Fig1 Demonstration of rapid five-dimensional super-resolution live-cell imaging using Meta-rLLS-VSIM

To demonstrate Meta-rLLS-VSIM's capability for rapid five-dimensional (wavelength-X-Y-Z-time) super-resolution live-cell imaging, the collaborative team performed long-term super-resolution observations on thick, large-volume specimens, including mouse embryos (Fig. a), plant pollen tubes (Figs. b, c), and C. elegans embryos (Figs. d-g). Combining the physical optical sectioning capability of lattice light-sheet illumination with near-isotropic 3D super-resolution imaging, Meta-rLLS-VSIM clearly revealed key biological processes, including tip-polarized growth in pollen tubes and plasma membrane fusion during C. elegans embryonic development.

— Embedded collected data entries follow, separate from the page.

package main

import (
	"context"
	"os"
	"path/filepath"
	"regexp"
	"strconv"
	"syscall"
	"testing"
	"time"

	"google.golang.org/grpc"
	"google.golang.org/grpc/credentials/insecure"

	"github.com/pulsefleet/pulsefleet/internal/notify/notifytest"
	pb "github.com/pulsefleet/pulsefleet/proto/pulsefleet/v1"
)

// dialLabelled is dialSummary for a device that introduces a model and labels.
func dialLabelled(t *testing.T, addr, id, model string, labels map[string]string) *summaryDevice {
	t.Helper()
	conn, err := grpc.NewClient(addr, grpc.WithTransportCredentials(insecure.NewCredentials()))
	if err != nil {
		t.Fatal(err)
	}
	t.Cleanup(func() { conn.Close() })
	st, err := pb.NewIngestServiceClient(conn).Connect(context.Background())
	if err != nil {
		t.Fatal(err)
	}
	if err := st.Send(&pb.ConnectRequest{Kind: &pb.ConnectRequest_Introduction{Introduction: &pb.Introduction{
		DeviceId: id, Model: model, Labels: labels, Mode: pb.Mode_MODE_SUMMARY}}}); err != nil {
		t.Fatal(err)
	}
	d := &summaryDevice{st: st, acked: make(chan uint64, 1000)}
	go func() {
		for {
			m, err := st.Recv()
			if err != nil {
				close(d.acked)
				return
			}
			if a := m.GetAck(); a != nil {
				d.acked <- a.GetThroughSequence()
			}
		}
	}()
	return d
}

var queuedRe = regexp.MustCompile(`(?m)^pulsefleet_notify_queued (\S+)$`)

// queuedNotifications reads pulsefleet_notify_queued from a gateway's /metrics (-1 if absent).
func queuedNotifications(httpAddr string) float64 {
	m := queuedRe.FindStringSubmatch(scrapeMetrics(httpAddr))
	if m == nil {
		return -1
	}
	v, _ := strconv.ParseFloat(m[1], 64)
	return v
}

// The gateway binary with --alertmanager, killed with SIGKILL between an
// announcement and its delivery (Alertmanager not up yet): after the
// restart, with Alertmanager up, the announcement reaches the webhook
// receiver with the device's labels, once per episode id; the episode's
// end then arrives as resolved.
func TestKill9BeforeDeliveryDeliversAfterRestart(t *testing.T) {
	if testing.Short() {
		t.Skip("process test")
	}
	recv := notifytest.NewReceiver(t)
	am := notifytest.Start(t, notifytest.Config(recv.URL("/hook")))
	am.Stop() // down until after the kill: the announcement waits in the outbox
	data := t.TempDir()
	prof := filepath.Join(t.TempDir(), "fast.yaml")
	if err := os.WriteFile(prof, []byte("name: fast\nconditions:\n  - kind: spo2_low\n    limit: 90\n    hysteresis: 2\n    delay: 3s\n    priority: high\n"), 0o644); err != nil {
		t.Fatal(err)
	}
	args := []string{"--profile", prof, "--alertmanager", am.URL, "--external-url", "https://ward.example/pulsefleet"}
	c := startServe(t, data, args...)
	t0 := time.Now().Add(-time.Minute).Truncate(time.Second).UnixMilli()
	d := dialLabelled(t, c.grpcAddr, "bed-11", "proto-ox2", map[string]string{"ward": "3-north"})
	for s := uint64(1); s <= 5; s++ {
		d.send(t, s, t0+int64(s-1)*1000, 85) // onset t0, announced at t0+3 s
	}
	d.waitAck(t, 5)
	deadline := time.Now().Add(10 * time.Second)
	for queuedNotifications(c.httpAddr) != 1 {
		if time.Now().After(deadline) {
			t.Fatalf("pulsefleet_notify_queued = %v, want 1 (the announcement, undelivered)", queuedNotifications(c.httpAddr))
		}
		time.Sleep(50 * time.Millisecond)
	}
	if err := c.cmd.Process.Signal(syscall.SIGKILL); err != nil {
		t.Fatal(err)
	}
	<-c.exited
	if got := recv.All(); len(got) != 0 {
		t.Fatalf("delivered before the kill: %+v", got)
	}

	am.Restart()
	c2 := startServe(t, data, args...)
	all, ok := recv.Wait(30*time.Second, func(all []notifytest.Delivered) bool { return len(all) > 0 })
	if !ok {
		t.Fatal("the announcement made before the kill was not delivered after the restart")
	}
	a := all[0]
	want := map[string]string{"alertname": "PulsefleetAlarm", "device": "bed-11", "condition": "spo2_low", "priority": "high",
		"model": "proto-ox2", "ward": "3-north"}
	for k, v := range want {
		if a.Labels[k] != v {
			t.Errorf("label %s = %q, want %q (labels %v)", k, a.Labels[k], v, a.Labels)
		}
	}
	if a.Status != "firing" || a.Labels["gateway"] == "" || a.Annotations["device_page"] != "https://ward.example/pulsefleet/device/bed-11" ||
		a.Annotations["limit"] != "90" || a.Annotations["spo2_min"] != "85 %" {
		t.Errorf("delivered %+v", a)
	}
	if !a.StartsAt.Equal(time.UnixMilli(t0 + 3000)) {
		t.Errorf("startsAt %v, want the announcement at %v", a.StartsAt, time.UnixMilli(t0+3000).UTC())
	}

	// The end, after the restart: resolved.
	d = dialLabelled(t, c2.grpcAddr, "bed-11", "proto-ox2", map[string]string{"ward": "3-north"})
	for s := uint64(6); s <= 9; s++ {
		d.send(t, s, t0+int64(s-1)*1000, 97)
	}
	d.waitAck(t, 9)
	all, ok = recv.Wait(30*time.Second, func(all []notifytest.Delivered) bool {
		for _, a := range all {
			if a.Status == "resolved" {
				return true
			}
		}
		return false
	})
	if !ok {
		t.Fatalf("the end was not delivered as resolved; received %+v", all)
	}
	firing := map[string]bool{}
	for _, a := range all {
		if a.Status == "firing" && a.Labels["device"] == "bed-11" {
			firing[a.Labels["episode"]] = true
		}
	}
	if len(firing) != 1 {
		t.Errorf("firing notifications for %d distinct episode ids %v, want 1", len(firing), firing)
	}
	c2.cmd.Process.Signal(syscall.SIGTERM)
	<-c2.exited
}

Furthermore, the collaborative team employed Meta-rLLS-VSIM to perform rapid (acquiring full-cell three-channel data every 8 seconds), long-term (>800 time points), near-isotropic super-resolution imaging of intact COS-7 cells (Figs. h-m). This enabled precise quantitative analysis of 3D spatial distribution patterns of various organelles and their spatiotemporal coordination mechanisms with the cytoskeleton. Leveraging the system's high spatiotemporal resolution and prolonged observation window, the collaborative team captured novel phenomena including "hitchhiking" between microtubules and lysosomes, as well as mitochondrial fission driven by mechanical forces from lysosomal movement. These findings demonstrate Meta-rLLS-VSIM's potential for uncovering new biological phenomena and mechanisms.

Collectively, Meta-rLLS-VSIM achieves hardware-software co-optimization through two key innovations: (1) hardware upgrades featuring a reflection-enhanced dual-view lattice light-sheet microscope and a meta-learning-enabled rapid adaptive deployment framework, and (2) algorithmic breakthroughs incorporating virtual structured illumination and a reinforcement learning (RL)-based dual-cycle fusion network. This synergistic approach significantly enhances overall imaging performance. This technological breakthrough establishes a novel methodological framework for advancing fundamental disciplines such as cell biology and neuroscience. Moving forward, it holds significant potential to empower life science researchers in discovering, understanding, and exploring diverse biological phenomena from a more comprehensive, multidimensional perspective.

Professor Dong Li from Tsinghua University's School of Life Sciences and Professor Qionghai Dai from the Department of Automation served as corresponding authors of this study. The co-first authors include Dr. Chang Qiao (Postdoctoral Fellow, Tsinghua University), Associate Researcher Ziwei Li (Fudan University), Dr. Zongfa Wang (Postdoctoral Fellow, Institute of Biophysics, Chinese Academy of Sciences), Yuhuan Lin (Ph.D. candidate, Institute of Biophysics, Chinese Academy of Sciences), and Dr. Chong Liu (Postdoctoral Fellow, École Polytechnique Fédérale de Lausanne).